Tengo una dicotomía con la Navidad. Camino
con una sonrisa bobona por las avenidas mirando las luces que cruzan de lado a
lado las calles, me paro a contemplar los numerosos adornos que cuelgan de los abetos —sobre todo
esos de corte escandinavo—, monto con la ilusión de un niño un poblado navideño
victoriano, y escucho —e incluso canto, aunque no muy afinadamente— villancicos
y canciones de Bing Crosby.
Pero padezco antropofobia. Esto me acarrea un
insalvable conflicto de intereses.
Se supone que la Navidad es un tiempo de
reflexión en el que acercarte y amar a tu prójimo.

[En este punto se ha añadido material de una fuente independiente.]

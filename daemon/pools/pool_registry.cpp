#include "pool_registry.h"

namespace yoke::daemon {

PoolRegistry::PoolRegistry(PoolSettings defaults, std::map<std::string, PoolSettings> declared)
    : defaults_(std::move(defaults)), declared_(std::move(declared)) {
  // Fail at start-up, not at the first batch, when a setting is out of range.
  Pool(defaults_.mode, defaults_.limits, defaults_.churn_bonus);
  for (const auto& [name, settings] : declared_) Pool(settings.mode, settings.limits, settings.churn_bonus);
}

const PoolSettings& PoolRegistry::settings_for(const std::string& name) const {
  const auto it = declared_.find(name);
  return it == declared_.end() ? defaults_ : it->second;
}

Pool& PoolRegistry::pool(const std::string& name) {
  auto& slot = pools_[name];
  if (!slot) {
    const PoolSettings& settings = settings_for(name);
    slot = std::make_unique<Pool>(settings.mode, settings.limits, settings.churn_bonus);
  }
  return *slot;
}

Pool* PoolRegistry::find(const std::string& name) {
  const auto it = pools_.find(name);
  return it == pools_.end() ? nullptr : it->second.get();
}

void PoolRegistry::put(const std::string& name, std::unique_ptr<Pool> pool) {
  pools_[name] = std::move(pool);
}

std::unique_ptr<Pool> PoolRegistry::erase(const std::string& name) {
  const auto it = pools_.find(name);
  if (it == pools_.end()) return nullptr;
  std::unique_ptr<Pool> pool = std::move(it->second);
  pools_.erase(it);
  return pool;
}

std::vector<std::string> PoolRegistry::names() const {
  std::vector<std::string> names;
  for (const auto& entry : pools_) names.push_back(entry.first);
  return names;
}

}  // namespace yoke::daemon
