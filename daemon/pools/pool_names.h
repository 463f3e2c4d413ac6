// Pool names as clients give them: the empty name means "default", and a name must be short
// and plain, since it is a publication topic, a log field and a metrics label.
#pragma once

#include <optional>
#include <string>
#include <string_view>

namespace yoke::daemon {

inline constexpr std::string_view kDefaultPool = "default";
inline constexpr std::size_t kMaxPoolNameBytes = 128;

// The name a request means: "default" for the empty name.
std::string resolve_pool_name(std::string_view name);

// Why a resolved name cannot name a pool, or nothing when it can: 1 to 128 bytes of ASCII
// letters, digits, '.', '_', '-' and ':'.
std::optional<std::string> pool_name_problem(std::string_view name);

}  // namespace yoke::daemon
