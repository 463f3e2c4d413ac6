#include "pool_names.h"

namespace yoke::daemon {

std::string resolve_pool_name(std::string_view name) {
  return std::string(name.empty() ? kDefaultPool : name);
}

std::optional<std::string> pool_name_problem(std::string_view name) {
  if (name.size() > kMaxPoolNameBytes) {
    return "a pool name has at most " + std::to_string(kMaxPoolNameBytes) + " bytes, not " +
           std::to_string(name.size());
  }
  for (const char c : name) {
    const bool plain = (c >= 'a' && c <= 'z') || (c >= 'A' && c <= 'Z') || (c >= '0' && c <= '9') ||
                       c == '.' || c == '_' || c == '-' || c == ':';
    if (!plain) {
      return "a pool name may hold only ASCII letters, digits and . _ - : (byte " +
             std::to_string(static_cast<unsigned char>(c)) + " is not allowed)";
    }
  }
  return std::nullopt;
}

}  // namespace yoke::daemon
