def queries(rec, c):
    pool = "queries"
    c.batch(pool, [set_(1, 2, 7), add(3)], client_id="q", client_batch=1)
    m = c.mate(pool, 3)
    rec.case("mate of an alive unpaired vertex", f"{QU}:82-83", "Mate with mate absent",
             qoutcome(m), m.WhichOneof("kind") == "mate" and not m.mate.HasField("mate")
             and not m.mate.HasField("pair_weight"))
    m = c.mate(pool, 12345)
    rec.case("mate of a vertex not in the pool", f"{QU}:82-83", "Error UNKNOWN_VERTEX",
             qoutcome(m), m.WhichOneof("kind") == "error" and m.error.code == Code.UNKNOWN_VERTEX)
    e = c.query(query_pb2.QueryRequest(explain=query_pb2.ExplainRequest(vertex=12345)), pool=pool)
    rec.case("explain of a vertex not in the pool", "query.proto: silent (Error kinds list "
             "UNKNOWN_VERTEX for 'a vertex the pool does not hold')", "Error UNKNOWN_VERTEX",
             qoutcome(e), e.WhichOneof("kind") == "error" and e.error.code == Code.UNKNOWN_VERTEX)
    for kind, req in (("summary", query_pb2.QueryRequest(summary=query_pb2.SummaryRequest())),
                      ("stats", query_pb2.QueryRequest(stats=query_pb2.StatsRequest())),
                      ("snapshot (one pool)",
                       query_pb2.QueryRequest(snapshot=query_pb2.SnapshotRequest()))):
        r = c.query(req, pool="never-made")
        ok = r.WhichOneof("kind") == "error" and r.error.code == Code.UNKNOWN_POOL and \
            r.error.message == "there is no pool never-made"
        rec.case(f"{kind} of a pool never made", f"{P}:99-101",
                 "Error UNKNOWN_POOL 'there is no pool never-made'", qoutcome(r), ok)
        rec.case(f"{kind} of a pool never made: QueryReply.pool", f"{QU}:40 ('The pool as "
                 "resolved')", "'never-made' (as the other kinds answer)", repr(r.pool),
                 r.pool == "never-made")
    r = c.query(query_pb2.QueryRequest(snapshot=query_pb2.SnapshotRequest(all_pools=True)),
                pool="never-made", timeout=20)
    rec.case("snapshot all_pools naming a pool that does not exist", f"{P}:140-142",
             "every pool written; QueryReply.pool the name as sent", qoutcome(r)[:200],
             r is not None and r.WhichOneof("kind") == "snapshot" and r.pool == "never-made"
             and len(r.snapshot.pools) > 1)
    r = c.query(query_pb2.QueryRequest(snapshot=query_pb2.SnapshotRequest()), pool=pool,
                timeout=20)
    ok = r.WhichOneof("kind") == "snapshot" and [e.pool for e in r.snapshot.pools] == [pool]
    rec.case("snapshot of one pool lists that pool alone", f"{QU}:178-182", f"pools=[{pool}]",
             qoutcome(r)[:200], ok)
    st = c.stats(pool)
    rec.case("stats after a snapshot: last_snapshot_seq", f"{QU}:172-173", "1",
             qoutcome(st)[:120] + f" ... last_snapshot_seq={st.stats.last_snapshot_seq}",
             st.stats.last_snapshot_seq == 1)
    # a REQ socket works too
    import zmq
    req = zmq.Context.instance().socket(zmq.REQ)
    req.setsockopt(zmq.LINGER, 0)
    req.connect(c.daemon_query)
    q = query_pb2.QueryRequest(version=1, request_id=77, pool=pool,
                               summary=query_pb2.SummaryRequest())
    req.send(q.SerializeToString())
    got = None
    if req.poll(3000):
        got = query_pb2.QueryReply()
        got.ParseFromString(req.recv())
    req.close(0)
    rec.case("query from a REQ socket", f"{P}:26", "summary reply id 77",
             qoutcome(got), got is not None and got.request_id == 77
             and got.WhichOneof("kind") == "summary")


def retire(rec, c, daemon):
    pool = "ret"
    sub = Subscriber(daemon, pool)
    time.sleep(0.3)
    c.batch(pool, [set_(1, 2, 5), set_(3, 4, 6)], client_id="R", client_batch=1)
    c.batch(pool, [set_(5, 6, 1)], client_id="R", client_batch=2)
    d = sub.diffs(0.5)
    first = d[0][1].diff if d else None
    rec.case("a pool's first diff has prev_seq 0 and two frames (topic = pool)", f"{P}:102-103, "
             ":34-35", "prev_seq 0 seq 1", f"{len(d)} diffs; first: topic={d[0][0] if d else None}"
             f" frames={d[0][2] if d else None} prev_seq={first.prev_seq if first else None} "
             f"seq={first.seq if first else None}",
             bool(d) and d[0][0] == pool and d[0][2] == 2 and first.prev_seq == 0 and
             first.seq == 1)
    r = c.retire(pool, client_id="R", client_batch=99, at_seq=1)
    rec.case("retire with a wrong at_seq (1; pool at 2)", f"{IN}:48-49",
             "SEQ_MISMATCH naming the pool's seq 2", outcome(r),
             rejected_code(r) == Code.SEQ_MISMATCH and "2" in first_error(r).message)
    r = c.retire(pool, client_id="R", client_batch=100, at_seq=2)
    ok = accepted(r) and r.ack.accepted.seq == 3 and r.ack.client_batch == 100
    rec.case("retire with the right at_seq", f"{P}:112-113; {IN}:24-25",
             "Ack accepted seq 3 (last seq + 1)", outcome(r), ok)
    d = sub.diffs(0.5)
    last = d[-1][1].diff if d else None
    ok = last is not None and last.retired and last.seq == 3 and last.prev_seq == 2 and \
        last.weight == 0 and last.pairs == 0 and len(last.removed) == 3
    rec.case("subscribers get a last diff with retired set, removing every pair", f"{P}:114;"
             f" {PU} Diff.retired", "retired seq 3 prev_seq 2, removed 3 pairs, weight 0",
             (f"retired={last.retired} seq={last.seq} prev={last.prev_seq} removed="
              f"{len(last.removed)} weight={last.weight} pairs={last.pairs}") if last else
             "no diff", ok)
    for kind, req in (("summary", query_pb2.QueryRequest(summary=query_pb2.SummaryRequest())),
                      ("matching", query_pb2.QueryRequest(matching=query_pb2.MatchingRequest())),
                      ("mate", query_pb2.QueryRequest(mate=query_pb2.MateRequest(vertex=1)))):
        q = c.query(req, pool=pool)
        rec.case(f"{kind} query on a retired pool", f"{P}:115-116", "Error UNKNOWN_POOL",
                 qoutcome(q), q.WhichOneof("kind") == "error" and q.error.code == Code.UNKNOWN_POOL)
    r = c.batch(pool, [add(77)], client_id="R", client_batch=2, after_batch=1)
    rec.case("first retry after the retirement carries after_batch", f"{IN}:38-40 ('unless it "
             "carries after_batch (then OUT_OF_ORDER)')", "OUT_OF_ORDER without last_batch; no "
             "pool created", outcome(r), refused(r, Code.OUT_OF_ORDER, None))
    r = c.retire(pool, client_id="R", client_batch=100)
    rec.case("resent retirement (reply lost)", f"{P}:117-118", "UNKNOWN_POOL", outcome(r),
             rejected_code(r) == Code.UNKNOWN_POOL)
    # a retry of a batch sent before the retirement, without after_batch: applied to the new pool
    r = c.batch(pool, [set_(1, 2, 5), set_(3, 4, 6)], client_id="R", client_batch=1)
    ok = accepted(r) and not r.ack.accepted.duplicate and r.ack.accepted.seq == 1
    rec.case("retry of an old batch after the retirement, no after_batch", f"{P}:119-120",
             "applied to the new pool: accepted seq 1, not duplicate", outcome(r), ok)
    d = sub.diffs(0.5)
    nd = d[-1][1].diff if d else None
    rec.case("new pool of the same name: first diff prev_seq 0", f"{P}:115-116; {PU}",
             "seq 1 prev_seq 0", f"seq={nd.seq} prev={nd.prev_seq}" if nd else "no diff",
             nd is not None and nd.seq == 1 and nd.prev_seq == 0 and not nd.retired)
    r = c.batch(pool, [add(9)], client_id="R", client_batch=2, after_batch=1)
    rec.case("retry of old batch 2 (after_batch 1) in the new pool", f"{P}:119-120; {IN}:38-40",
             "duplicate? batch 1 was applied in the new pool, so 2 after 1 is a new batch:"
             " accepted seq 2", outcome(r), accepted(r) and r.ack.accepted.seq == 2)
    # retirement and the same pool's batch sent back to back, and two retirements at once
    c.send_request(_retire_request(pool, "R2", 1))
    c.send_request(_retire_request(pool, "R2", 2))
    a1 = c.wait_ack("R2", 1)
    a2 = c.wait_ack("R2", 2)
    rec.case("two retirements of one pool sent back to back", f"{IN}:28-31 (a retirement sent "
             "after it waits, and finds the new pool or none)",
             "first accepted; second UNKNOWN_POOL", outcome(a1) + " / " + outcome(a2),
             accepted(a1) and rejected_code(a2) == Code.UNKNOWN_POOL)
    c.send_request(_batch_request(pool, [add(1)], "R3", 1))
    c.send_request(_retire_request(pool, "R3", 2))
    c.send_request(_batch_request(pool, [add(2)], "R3", 3))
    b1, rt, b3 = c.wait_ack("R3", 1), c.wait_ack("R3", 2), c.wait_ack("R3", 3)
    q = c.summary(pool)
    ok = accepted(b1) and accepted(rt) and accepted(b3) and b3.ack.accepted.seq == 1 and \
        q.WhichOneof("kind") == "summary" and q.summary.vertices == 1
    rec.case("batch, retire, batch of one pool back to back", f"{IN}:28-31; {P}:123-130",
             "all accepted; the third is seq 1 of the new pool holding vertex 2 only",
             " / ".join(outcome(x) for x in (b1, rt, b3)) + " ; " + qoutcome(q), ok)
    r = c.retire("never-existed-pool", client_id="R", client_batch=5)
    rec.case("retire a pool that never existed", f"{IN}:32-33", "UNKNOWN_POOL", outcome(r),
             rejected_code(r) == Code.UNKNOWN_POOL)
    r = c.retire("bad name", client_id="R", client_batch=6)
    rec.case("retire naming an invalid pool name", f"{P}:64-71", "UNKNOWN_POOL", outcome(r),
             rejected_code(r) == Code.UNKNOWN_POOL)
    sub.close()


def _retire_request(pool, cid, number, at_seq=0):
    from yoke.v1 import ingest_pb2
    from harness import V1
    req = ingest_pb2.IngestRequest(version=V1)
    req.retire.pool, req.retire.client_id, req.retire.client_batch = pool, cid, number
    req.retire.at_seq = at_seq
    return req
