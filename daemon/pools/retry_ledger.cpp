#include "retry_ledger.h"

namespace yoke::daemon {

RetryVerdict RetryLedger::classify(const std::string& client, std::uint64_t batch_number) const {
  const auto it = last_.find(client);
  if (it == last_.end() || batch_number > it->second.batch_number) return RetryVerdict::fresh;
  return batch_number == it->second.batch_number ? RetryVerdict::duplicate : RetryVerdict::stale;
}

std::optional<AppliedBatch> RetryLedger::last(const std::string& client) const {
  const auto it = last_.find(client);
  if (it == last_.end()) return std::nullopt;
  return it->second;
}

void RetryLedger::record(const std::string& client, const AppliedBatch& batch) {
  last_[client] = batch;
}

}  // namespace yoke::daemon
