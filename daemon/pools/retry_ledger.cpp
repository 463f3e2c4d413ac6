#include "retry_ledger.h"

#include <algorithm>

namespace yoke::daemon {

RetryLedger::RetryLedger(LedgerSettings settings) : settings_(settings) {
  settings_.batches_per_client = std::max<std::uint64_t>(settings_.batches_per_client, 1);
  settings_.max_clients_per_pool = std::max<std::uint64_t>(settings_.max_clients_per_pool, 1);
}

const RetryMark* RetryLedger::find(std::string_view pool, std::string_view client) const {
  const auto marks = pools_.find(pool);
  if (marks == pools_.end()) return nullptr;
  const auto entry = marks->second.clients.find(client);
  return entry == marks->second.clients.end() ? nullptr : &entry->second.mark;
}

RetryAnswer RetryLedger::classify(std::string_view pool, std::string_view client,
                                  std::uint64_t batch_number) const {
  const RetryMark* mark = find(pool, client);
  if (mark == nullptr) return {};
  RetryAnswer answer;
  answer.highest = mark->highest();
  if (batch_number > mark->highest().batch_number) return answer;
  // `recent` is sorted by number: a binary search finds an exact retry.
  const auto it = std::lower_bound(
      mark->recent.begin(), mark->recent.end(), batch_number,
      [](const AppliedBatch& applied, std::uint64_t number) { return applied.batch_number < number; });
  if (it != mark->recent.end() && it->batch_number == batch_number) {
    answer.verdict = RetryVerdict::duplicate;
    answer.seq = it->seq;
  } else {
    answer.verdict =
        batch_number >= mark->known_from ? RetryVerdict::skipped : RetryVerdict::forgotten;
  }
  return answer;
}

std::optional<AppliedBatch> RetryLedger::last(std::string_view pool,
                                              std::string_view client) const {
  const RetryMark* mark = find(pool, client);
  if (mark == nullptr) return std::nullopt;
  return mark->highest();
}

RetryLedger::ClientEntry RetryLedger::put(PoolMarks& marks, const std::string& client) {
  auto [it, inserted] = marks.clients.try_emplace(client);
  if (inserted) {
    ++marks_;
  } else {
    marks.activity.erase(it->second.active);
  }
  return it;
}

void RetryLedger::record(const std::string& pool, const std::string& client,
                         const AppliedBatch& batch) {
  PoolMarks& marks = pools_[pool];
  const auto existing = marks.clients.find(client);
  const bool continues = existing != marks.clients.end() &&
                         batch.batch_number > existing->second.mark.highest().batch_number;
  const ClientEntry entry = put(marks, client);
  RetryMark& mark = entry->second.mark;
  if (!continues) {
    // A new mark: nothing is known of the numbers below its first batch.
    mark.recent.clear();
    mark.known_from = batch.batch_number;
    mark.wall_time_us = 0;
  }
  mark.recent.push_back(batch);
  if (mark.recent.size() > settings_.batches_per_client) {
    // The oldest is forgotten: from the number after it on, outcomes stay known.
    mark.known_from = mark.recent.front().batch_number + 1;
    mark.recent.erase(mark.recent.begin());
  }
  entry->second.active = marks.activity.emplace(batch.seq, &entry->first);
}

void RetryLedger::restore(const std::string& pool, const std::string& client, RetryMark mark) {
  if (mark.recent.empty()) return;
  if (mark.recent.size() > settings_.batches_per_client) {
    const auto cut = mark.recent.end() - static_cast<std::ptrdiff_t>(settings_.batches_per_client);
    mark.known_from = std::max(mark.known_from, (cut - 1)->batch_number + 1);
    mark.recent.erase(mark.recent.begin(), cut);
  }
  PoolMarks& marks = pools_[pool];
  const ClientEntry entry = put(marks, client);
  const std::uint64_t seq = mark.highest().seq;
  entry->second.mark = std::move(mark);
  entry->second.active = marks.activity.emplace(seq, &entry->first);
}

void RetryLedger::drop(PoolMarks& marks, Activity::iterator oldest) {
  const auto entry = marks.clients.find(*oldest->second);
  marks.activity.erase(oldest);
  marks.clients.erase(entry);
  --marks_;
}

std::size_t RetryLedger::close_group(std::string_view pool, std::uint64_t first_seq,
                                     std::uint64_t wall_time_us) {
  const auto found = pools_.find(pool);
  if (found == pools_.end()) return 0;
  PoolMarks& marks = found->second;
  for (auto it = marks.activity.lower_bound(first_seq); it != marks.activity.end(); ++it) {
    marks.clients.find(*it->second)->second.mark.wall_time_us = wall_time_us;
  }
  std::size_t dropped = 0;
  if (settings_.idle_seconds > 0) {
    const std::uint64_t idle_us = settings_.idle_seconds * 1'000'000;
    // From the least recently active on; stops at the first client still within the horizon
    // (wall clocks may step back: the order is the log's, not the clock's).
    while (!marks.activity.empty()) {
      const RetryMark& oldest = marks.clients.find(*marks.activity.begin()->second)->second.mark;
      if (oldest.wall_time_us >= wall_time_us || wall_time_us - oldest.wall_time_us <= idle_us) {
        break;
      }
      drop(marks, marks.activity.begin());
      ++dropped;
    }
  }
  while (marks.clients.size() > settings_.max_clients_per_pool) {
    drop(marks, marks.activity.begin());
    ++dropped;
  }
  if (marks.clients.empty()) pools_.erase(found);
  return dropped;
}

std::vector<std::pair<std::string, RetryMark>> RetryLedger::clients_of(
    std::string_view pool) const {
  std::vector<std::pair<std::string, RetryMark>> clients;
  const auto marks = pools_.find(pool);
  if (marks == pools_.end()) return clients;
  clients.reserve(marks->second.clients.size());
  for (const auto& [client, entry] : marks->second.clients) clients.emplace_back(client, entry.mark);
  return clients;
}

std::size_t RetryLedger::erase_pool(std::string_view pool) {
  const auto marks = pools_.find(pool);
  if (marks == pools_.end()) return 0;
  const std::size_t removed = marks->second.clients.size();
  marks_ -= removed;
  pools_.erase(marks);
  return removed;
}

}  // namespace yoke::daemon
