// --verify: the diffs must add up to the certificate's matching, and the certificate must hold.
class CommitVerifier {
 public:
  // The matching the later diffs apply to, when the replay does not start from empty.
  void start_from(const std::vector<MatchedPair>& pairs) {
    for (const MatchedPair& pair : pairs) matched_.insert({pair.a, pair.b});
  }

  // The reason the commit fails verification, or nothing.
  std::optional<std::string> check(const Pool& pool, const CommitResult& result) {
    if (auto problem = apply_diff(result.diff)) return problem;
    const PoolExport exported = pool.export_certified();
    const CheckResult verdict = check_certificate(exported.graph, exported.certificate);
    if (!verdict.ok) return verdict.failure;

    const CertifiedMatching certified = certified_matching(exported);
    if (certified.pairs.size() != result.pairs) {
      return "the certificate's matching has " + std::to_string(certified.pairs.size()) +
             " pairs, the commit reported " + std::to_string(result.pairs);
    }
    if (certified.weight != result.weight) {
      return "the certificate's matching weighs " + int128_text(certified.weight) +
             ", the commit reported " + std::to_string(result.weight);
    }
    if (!std::equal(certified.pairs.begin(), certified.pairs.end(), matched_.begin(),
                    matched_.end())) {
      return std::string("the certificate's matching differs from the one the diffs add up to");
    }
    return std::nullopt;
  }

 private:
  std::optional<std::string> apply_diff(const MatchingDiff& diff) {
    for (const MatchedPair& pair : diff.removed) {
      if (matched_.erase({pair.a, pair.b}) == 0) {
        return "the diff removes " + text(pair) + ", which was not matched";
      }
    }
    for (const MatchedPair& pair : diff.added) {
      if (!matched_.insert({pair.a, pair.b}).second) {
        return "the diff adds " + text(pair) + ", which was already matched";
      }
    }
    return std::nullopt;
  }

  static std::string text(const MatchedPair& pair) {
    return "pair " + std::to_string(pair.a) + " " + std::to_string(pair.b);
  }

  std::set<KeyPair> matched_;  // the matching the diffs so far add up to
};

// --stats: per-commit numbers kept for percentiles, totals for the rates.
class ReplayStats {
 public:
  void record(const CommitResult& result, std::size_t events, std::uint64_t repair_ns) {
    repair_us_.push_back(repair_ns / 1000);
    searches_.push_back(result.stats.searches);
    touched_.push_back(result.stats.vertices_touched);
    events_ += events;
    repair_ns_ += repair_ns;
  }

  void print(std::ostream& out) {
    std::sort(repair_us_.begin(), repair_us_.end());
    std::sort(searches_.begin(), searches_.end());
    std::sort(touched_.begin(), touched_.end());
    out << "stats commits " << repair_us_.size() << " events " << events_ << '\n';
    out << "stats repair_us p50 " << percentile(repair_us_, 50) << " p90 "
        << percentile(repair_us_, 90) << " p99 " << percentile(repair_us_, 99) << " max "
        << percentile(repair_us_, 100) << '\n';
    out << "stats searches_per_commit mean " << mean(searches_) << " max "
        << percentile(searches_, 100) << '\n';
    out << "stats touched_per_commit mean " << mean(touched_) << " p99 "
        << percentile(touched_, 99) << " max " << percentile(touched_, 100) << '\n';
    const double per_second =
        events_ == 0 ? 0.0
                     : static_cast<double>(events_) * 1e9 /
                           static_cast<double>(std::max<std::uint64_t>(repair_ns_, 1));
    out << "stats events_per_second " << std::llround(per_second) << '\n';
  }

 private:
  // Nearest rank: the smallest value with at least p% of the list at or below it. 0 if empty.
  static std::uint64_t percentile(const std::vector<std::uint64_t>& sorted, std::uint64_t p) {
    if (sorted.empty()) return 0;
    const std::uint64_t rank = std::max<std::uint64_t>(1, (p * sorted.size() + 99) / 100);
    return sorted[rank - 1];
  }

  // With two decimals; 0.00 if empty.
  static std::string mean(const std::vector<std::uint64_t>& values) {
    double sum = 0;
    for (const std::uint64_t v : values) sum += static_cast<double>(v);
    const double value = values.empty() ? 0.0 : sum / static_cast<double>(values.size());
    char text[64];
    const auto end = std::to_chars(text, text + sizeof text, value, std::chars_format::fixed, 2);
    return std::string(text, end.ptr);
  }

  std::vector<std::uint64_t> repair_us_;
  std::vector<std::uint64_t> searches_;
  std::vector<std::uint64_t> touched_;
  std::uint64_t events_ = 0;
  std::uint64_t repair_ns_ = 0;
};

void print_diff(std::ostream& out, const MatchingDiff& diff) {
  for (const MatchedPair& pair : diff.removed) out << "- " << pair.a << ' ' << pair.b << '\n';
  for (const MatchedPair& pair : diff.added) out << "+ " << pair.a << ' ' << pair.b << '\n';
}

}  // namespace

CLI::App* add_replay_command(CLI::App& app, ReplayOptions& options) {
  CLI::App* command = app.add_subcommand(
      "replay", "Replay an event script through an incremental pool, one line per commit");
  command->add_option("SCRIPT", options.script_path,
                      "Event-script file, - for stdin, or a yoked data or journal directory "
                      "(none with --cluster)");
  command->add_option("--mode", options.mode, "What to optimise")
      ->check(CLI::IsMember({"max-weight", "max-cardinality", "perfect"}))
      ->capture_default_str();
  command->add_flag("--verify", options.verify,
                    "Check the optimality certificate after every commit (exit 1 if one fails)");
  command->add_flag("--stats", options.stats, "Print summary lines after the last commit");
  command->add_flag("--diffs", options.diffs, "Print the pairs each commit removed and added");
  command->add_option("--until", options.until,
                      "Stop at the state after seq SEQ (the last commit ending at or before it); "
                      "for a script, after commit SEQ");
  command->add_option("--from", options.from,
                      "Journal: start from the newest snapshot at or before seq SEQ");
  command->add_option("--pool", options.pool,
                      "Which pool of a journal directory to replay (--mode is then the pool's own)")
      ->capture_default_str();
  command->add_flag("--all-pools", options.all_pools,
                    "A daemon's log: replay every pool it holds, in name order, each after a "
                    "line 'pool P'");
  command
      ->add_option("--cluster", options.cluster.servers,
                   "Replay --pool from a cluster's JetStream stream instead of SCRIPT: its NATS "
                   "servers, a comma-separated list or the option repeated")
      ->delimiter(',')
      ->type_name("URL")
      ->check(kNotEmpty);
  command
      ->add_option("--stream", options.cluster.stream,
                   "With --cluster: the installation's stream ([cluster] stream)")
      ->capture_default_str();
  command
      ->add_option("--subject-prefix", options.cluster.subject_prefix,
                   "With --cluster: the stream's subject prefix ([cluster] subject_prefix)")
      ->capture_default_str();
  command->add_option("--report", options.report,
                      "Also write a self-contained HTML page of charts about the replay to FILE "
                      "(needs Debian's libjs-chart.js)")
      ->type_name("FILE.html");
  command->footer(kScriptHelp);
  add_why_options(*command, options);
  return command;
}

namespace {
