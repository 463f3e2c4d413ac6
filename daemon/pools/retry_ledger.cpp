#include "retry_ledger.h"

namespace yoke::daemon {

RetryVerdict RetryLedger::classify(const std::string& pool, const std::string& client,
                                   std::uint64_t batch_number) const {
  const auto it = last_.find({pool, client});
  if (it == last_.end() || batch_number > it->second.batch_number) return RetryVerdict::fresh;
  return batch_number == it->second.batch_number ? RetryVerdict::duplicate : RetryVerdict::older;
}

std::optional<AppliedBatch> RetryLedger::last(const std::string& pool,
                                              const std::string& client) const {
  const auto it = last_.find({pool, client});
  if (it == last_.end()) return std::nullopt;
  return it->second;
}

void RetryLedger::record(const std::string& pool, const std::string& client,
                         const AppliedBatch& batch) {
  last_[{pool, client}] = batch;
}

std::vector<std::pair<std::string, AppliedBatch>> RetryLedger::clients_of(
    const std::string& pool) const {
  std::vector<std::pair<std::string, AppliedBatch>> clients;
  for (auto it = last_.lower_bound({pool, std::string()});
       it != last_.end() && it->first.first == pool; ++it) {
    clients.emplace_back(it->first.second, it->second);
  }
  return clients;
}

std::size_t RetryLedger::erase_pool(const std::string& pool) {
  const auto first = last_.lower_bound({pool, std::string()});
  auto end = first;
  std::size_t removed = 0;
  for (; end != last_.end() && end->first.first == pool; ++end) ++removed;
  last_.erase(first, end);
  return removed;
}

}  // namespace yoke::daemon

Lo he intentado durante
varias décadas, lo de amarles digo, y no hay gato más escaldado que yo.
Tropezar años en la misma piedra ha sido suficiente para llevarla incrustada
como estigma en la frente.
En ocasiones me imagino cómo sería entrar en
un centro comercial desierto, con pequeñas luces parpadeantes que se iluminen a
mi paso, un dulzón olor a pastel de manzana y canela, donde resuene Santa Claus Is Comin' To Town y las
tiendas de juguetes estén repletas de osos de peluche y trenes de madera. Lo
reconozco, la imagen puede tornarse escalofriante; como de novela de terror al
más puro estilo Stephen King, donde un papá Noel asesino o zombi se te aparece sosteniendo
en una mano una campana y en la otra un cuchillo goteando sangre.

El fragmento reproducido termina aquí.